PROVIDED ENTRIES =
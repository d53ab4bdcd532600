// Every path of a tree version through the whole visit, explored with the diagnosis machine itself:
// each band (a value inside it, relative bands shifted by the walk's own readings; "OL" for an
// ohms band open above), each choice, each confirmation, and the unit-record branches for every
// combination of unit facts — through the finding, the repair, the readings after it, the restore
// and the checks, to `done`.
import { transition } from 'xstate';
import { shiftedBands } from '@/lib/bands';
import { UNIT_FACTS, type Band, type EnergyState, type Step, type TreeVersion, type UnitFact, type UnitFacts } from '@/lib/trees/schema';
import {
  createDiagnosisMachine,
  currentStep,
  phaseOf,
  stateIdOf,
  type DiagnosisAnswer,
  type DiagnosisEvent,
  type DiagnosisSnapshot,
} from '@/machines/diagnosis-machine';
import { createActor } from 'xstate';

export interface Visit {
  stateId: string;
  step: Step;
  /** The energy the diagnosis was in on entering the state. */
  energy: EnergyState;
  phase: ReturnType<typeof phaseOf>;
}

export interface Walk {
  unit: UnitFacts;
  /** The answers, unit-record branches included (as `choice`, `auto: true`). */
  answers: (DiagnosisAnswer & { auto?: boolean })[];
  visits: Visit[];
  findingId: string;
}

/** A value inside the band (not on its limits). */
export function inside(band: Pick<Band, 'from' | 'to'>): number {
  if (band.from !== undefined && band.to !== undefined) return Math.round(((band.from + band.to) / 2) * 1e6) / 1e6;
  if (band.to !== undefined) return band.to > 0 ? band.to / 2 : band.to - 1;
  if (band.from !== undefined) return band.from > 0 ? band.from * 2 : band.from + 1;
  return 0;
}

/** Every combination of the unit facts. */
export function allUnits(): UnitFacts[] {
  let units: Partial<UnitFacts>[] = [{}];
  for (const fact of Object.keys(UNIT_FACTS) as UnitFact[]) {
    units = units.flatMap((u) => UNIT_FACTS[fact].map((v) => ({ ...u, [fact]: v })));
  }
  return units as UnitFacts[];
}

/** The answers that lead on from a step, each with its machine event. */
type Option = { answer: DiagnosisAnswer & { auto?: boolean }; event: DiagnosisEvent };

function options(step: Step, snap: DiagnosisSnapshot, unit: UnitFacts): Option[] {
  switch (step.kind) {
    case 'measure': {
      const bands = shiftedBands(step, snap.context.readings);
      return bands.flatMap((b): Option[] => {
        if (b.outcome === undefined) return [];
        if (step.quantity === 'ohm' && b.to === undefined) {
          return [
            {
              answer: { stepId: step.id, overRange: true },
              event: { type: 'answer.measure', stepId: step.id, value: Number.POSITIVE_INFINITY },
            },
          ];
        }
        const value = inside(b);
        return [{ answer: { stepId: step.id, value }, event: { type: 'answer.measure', stepId: step.id, value } }];
      });
    }
    case 'inspect':
      return step.choices.map((c) => ({
        answer: { stepId: step.id, choice: c.value },
        event: { type: 'answer.choose', stepId: step.id, choice: c.value },
      }));
    case 'fact': {
      const value = unit[step.fact];
      return [{ answer: { stepId: step.id, choice: value, auto: true }, event: { type: 'answer.fact', stepId: step.id, value } }];
    }
    case 'action':
    case 'finding':
      return [{ answer: { stepId: step.id, confirmed: true }, event: { type: 'answer.confirm', stepId: step.id } }];
  }
}

export function explore(version: TreeVersion, units: UnitFacts[] = allUnits()): Walk[] {
  const machine = createDiagnosisMachine(version);
  const walks: Walk[] = [];
  for (const unit of units) {
    const start = createActor(machine, { input: { treeVersionId: version.id, version: version.version } }).getSnapshot();
    const visit = (snap: DiagnosisSnapshot, answers: Walk['answers'], visits: Visit[], energy: EnergyState) => {
      const step = currentStep(snap);
      const stateId = stateIdOf(snap.value)!;
      const here = [...visits, { stateId, step, energy, phase: phaseOf(machine, stateId) }];
      if (phaseOf(machine, stateId) === 'done') {
        walks.push({ unit, answers, visits: here, findingId: snap.context.findingId! });
        return;
      }
      const next = options(step, snap, unit);
      if (next.length === 0) throw new Error(`No way on from ${stateId}`);
      for (const { answer, event } of next) {
        if (!snap.can(event)) throw new Error(`${stateId} refuses ${JSON.stringify(event)}`);
        const [after] = transition(machine, snap, event);
        if (here.length > 200) throw new Error(`A walk longer than 200 states at ${stateId}`);
        visit(after, [...answers, answer], here, after.context.energy);
      }
    };
    visit(start, [], [], start.context.energy);
  }
  return walks;
}

/** The walk's answers the technician gives (unit-record branches left out). */
export const manualAnswers = (w: Pick<Walk, 'answers'>) => w.answers.filter((a) => !a.auto);

/** The visits up to (not including) the first one of `stateId`, or null when the walk never enters it. */
export function visitsBefore(w: Walk, stateId: string): Visit[] | null {
  const i = w.visits.findIndex((v) => v.stateId === stateId);
  return i === -1 ? null : w.visits.slice(0, i);
}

WORK TASK = The expected result is every line above containing the string "shiftedBands".

ANSWER =
import { shiftedBands } from '@/lib/bands';
      const bands = shiftedBands(step, snap.context.readings);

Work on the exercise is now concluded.